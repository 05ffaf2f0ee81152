using System.Security.Cryptography;
using System.Security.Cryptography.X509Certificates;
using JointPlanner.Archive;
using JointPlanner.Web.Start;
using Microsoft.Extensions.DependencyInjection;

namespace JointPlanner.Web.Tests.Start;

/// <summary>Nothing of a demonstration is used in Production.</summary>
public sealed class DemoTracesTests : IDisposable
{
    private readonly string folder = Directory.CreateTempSubdirectory("joint-planner-traces-").FullName;

    public void Dispose() => Directory.Delete(folder, recursive: true);

    [Fact]
    public async Task Production_starts_on_an_empty_folder_and_refuses_the_archive_of_a_demonstration()
    {
        Assert.Equal((null, ""), await StartedProgram.Run(folder));

        await using var demo = new Site();
        _ = demo.CreateClient();
        var copied = Directory.CreateDirectory(Path.Combine(folder, "copied")).FullName;
        await demo.Services.GetRequiredService<ArchiveDatabase>().DisposeAsync();
        foreach (var file in Directory.EnumerateFiles(demo.Folder, "archive.db*").Where(f => !f.EndsWith(".lock", StringComparison.Ordinal))) File.Copy(file, Path.Combine(copied, Path.GetFileName(file)));
        var (code, says) = await StartedProgram.Run(copied);
        Assert.Equal(3, code);
        Assert.Contains("the demonstration's account \"administrator\"", says, StringComparison.Ordinal);
    }

    [Theory]
    [InlineData("demo-people.json")]
    [InlineData("demo-designer.pfx")]
    public async Task Production_refuses_a_folder_with_a_file_of_a_demonstration(string file)
    {
        await File.WriteAllTextAsync(Path.Combine(folder, file), "{}");
        var (code, says) = await StartedProgram.Run(folder);
        Assert.Equal(3, code);
        Assert.Contains(file, says, StringComparison.Ordinal);
    }

    [Fact]
    public async Task Production_refuses_an_empty_role_and_an_unknown_kind_of_archive_in_a_sentence()
    {
        var (code, says) = await StartedProgram.Run(folder, ("Archive__Kind", "postgresql"), ("Archive__ConnectionString", "Host=127.0.0.1;Port=1;Database=none"), ("Archive__AppRole", " "));
        Assert.Equal(3, code);
        Assert.StartsWith("Joint Planner does not start: Archive:AppRole is empty.", says, StringComparison.Ordinal);
        (code, says) = await StartedProgram.Run(folder, ("Archive__Kind", "paper"));
        Assert.Equal(3, code);
        Assert.StartsWith("Joint Planner does not start: Archive:Kind is \"paper\".", says, StringComparison.Ordinal);
    }

    [Theory]
    [InlineData("CN=Ada Dessauer (demonstration)", true)]
    [InlineData("CN=Roads Board Root", false)]
    public void A_trusted_root_of_a_demonstration_is_refused(string subject, bool refused)
    {
        DemoTraces.Refuse(folder);
        using var key = ECDsa.Create(ECCurve.NamedCurves.nistP256);
        using var root = new CertificateRequest(subject, key, HashAlgorithmName.SHA256).CreateSelfSigned(DateTimeOffset.UnixEpoch, DateTimeOffset.UnixEpoch.AddYears(90));
        Directory.CreateDirectory(Path.Combine(folder, "roots"));
        File.WriteAllText(Path.Combine(folder, "roots", "root.pem"), root.ExportCertificatePem());
        if (refused) Assert.Contains("roots trusts", Assert.Throws<ArchiveNotReady>(() => DemoTraces.Refuse(folder)).Message, StringComparison.Ordinal);
        else DemoTraces.Refuse(folder);
    }
}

_Aim of the task_: What lines in the data hold the word "roots"? Return them.

_Exercise answer_:
        Directory.CreateDirectory(Path.Combine(folder, "roots"));
        File.WriteAllText(Path.Combine(folder, "roots", "root.pem"), root.ExportCertificatePem());
        if (refused) Assert.Contains("roots trusts", Assert.Throws<ArchiveNotReady>(() => DemoTraces.Refuse(folder)).Message, StringComparison.Ordinal);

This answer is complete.